Scaling-up in healthcare is a slow and painful process— the adoption challenges by both physicians and the patients will continue to pose problems and therefore the onus is on you—the entrepreneur—to create very compelling value proposition that would either dramatically improve the patient care/experience, reduce the overall cost or preferably both.

And even then your ambition should be local at best regional first before you have national aspirations to become the next Uber or Whatever of healthcare in India as so many of the startup founders are fond of describing their company as.

Remember just the Delhi/ NCR region is larger than Australia and you can indeed create a very successful company by just focusing on one big city like Mumbai, Bangalore or New Delhi initially.

Overall I would like to list three main per-requisites for success and while they are equally applicable to all entrepreneurs, in my opinion they are especially important for healthcare entrepreneurs.

I call them the three R’s

They are Resolve, Resilience and Resourcefulness.
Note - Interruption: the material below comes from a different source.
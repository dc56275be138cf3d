namespace Phaseward.Analyzers.Tests.Elaboration;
Resolve is about your own strong personal commitment to your entrepreneurial journey knowing fully well that it’s going to be full of challenges.

Resilience is about your ability to bounce back every time from the setbacks of those challenges mentioned above.

Resourcefulness is about being innovative in the face of these challenges, finding options where none seem to exist. Searching and finding help, forming alliances and partnerships, trying the unusual, unconventional, unprecedented avenues but not giving up. EVER.

Here is my personal favourite quote that I would like to share with all of you entrepreneurs

 
Every great dream begins with a dreamer. Always remember, you have within you the strength, the patience, and the passion to reach for the stars to change the world.